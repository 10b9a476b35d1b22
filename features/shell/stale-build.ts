/** A phone's app is one bundle: no chunk can fail to arrive (see stale-build.web.ts). */
export const CHUNK_FAILED_MESSAGE =
  'Pivotwatch could not load this page. Check the connection and try again.';

export function isChunkLoadFailure(_err: unknown): boolean {
  return false;
}

export function afterChunkFailure(): Promise<never> {
  return Promise.reject(new Error(CHUNK_FAILED_MESSAGE));
}
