import Feather from '@expo/vector-icons/Feather';
import { QueryClient, QueryClientProvider } from '@tanstack/react-query';
import { useFonts } from 'expo-font';
import { Slot } from 'expo-router';
import { useState } from 'react';
import { ActivityIndicator, StyleSheet, View } from 'react-native';
import { SafeAreaProvider } from 'react-native-safe-area-context';

import { colors, fontFiles } from '@/components/theme';
import { makeQueryClient } from '@/features/api';
import { UpdatePrompt } from '@/features/sync/ui';

/** Every page's frame: fonts loaded, one query client, the app-update prompt. */
export function RootLayout() {
  const [fontsLoaded, fontError] = useFonts({ ...fontFiles, ...Feather.font });
  const [client] = useState<QueryClient>(makeQueryClient);
  if (!fontsLoaded && !fontError) {
    return (
      <View style={styles.splash}>
        <ActivityIndicator color={colors.baseText} />
      </View>
    );
  }
  return (
    <SafeAreaProvider>
      <QueryClientProvider client={client}>
        <UpdatePrompt />
        <Slot />
      </QueryClientProvider>
    </SafeAreaProvider>
  );
}

const styles = StyleSheet.create({
  splash: { flex: 1, alignItems: 'center', justifyContent: 'center', backgroundColor: colors.base },
});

-------------------------

What the task requires
The whole listing is to be transcribed exactly.

Expected output
repository 10b9a476b35d1b22
filename features/shell/stale-build.ts
/** A phone's app is one bundle: no chunk can fail to arrive (see stale-build.web.ts). */
export const CHUNK_FAILED_MESSAGE =
  'Pivotwatch could not load this page. Check the connection and try again.';

export function isChunkLoadFailure(_err: unknown): boolean {
  return false;
}

export function afterChunkFailure(): Promise<never> {
  return Promise.reject(new Error(CHUNK_FAILED_MESSAGE));
}
import Feather from '@expo/vector-icons/Feather';
import { QueryClient, QueryClientProvider } from '@tanstack/react-query';
import { useFonts } from 'expo-font';
import { Slot } from 'expo-router';
import { useState } from 'react';
import { ActivityIndicator, StyleSheet, View } from 'react-native';
import { SafeAreaProvider } from 'react-native-safe-area-context';

import { colors, fontFiles } from '@/components/theme';
import { makeQueryClient } from '@/features/api';
import { UpdatePrompt } from '@/features/sync/ui';

/** Every page's frame: fonts loaded, one query client, the app-update prompt. */
export function RootLayout() {
  const [fontsLoaded, fontError] = useFonts({ ...fontFiles, ...Feather.font });
  const [client] = useState<QueryClient>(makeQueryClient);
  if (!fontsLoaded && !fontError) {
    return (
      <View style={styles.splash}>
        <ActivityIndicator color={colors.baseText} />
      </View>
    );
  }
  return (
    <SafeAreaProvider>
      <QueryClientProvider client={client}>
        <UpdatePrompt />
        <Slot />
      </QueryClientProvider>
    </SafeAreaProvider>
  );
}

const styles = StyleSheet.create({
  splash: { flex: 1, alignItems: 'center', justifyContent: 'center', backgroundColor: colors.base },
});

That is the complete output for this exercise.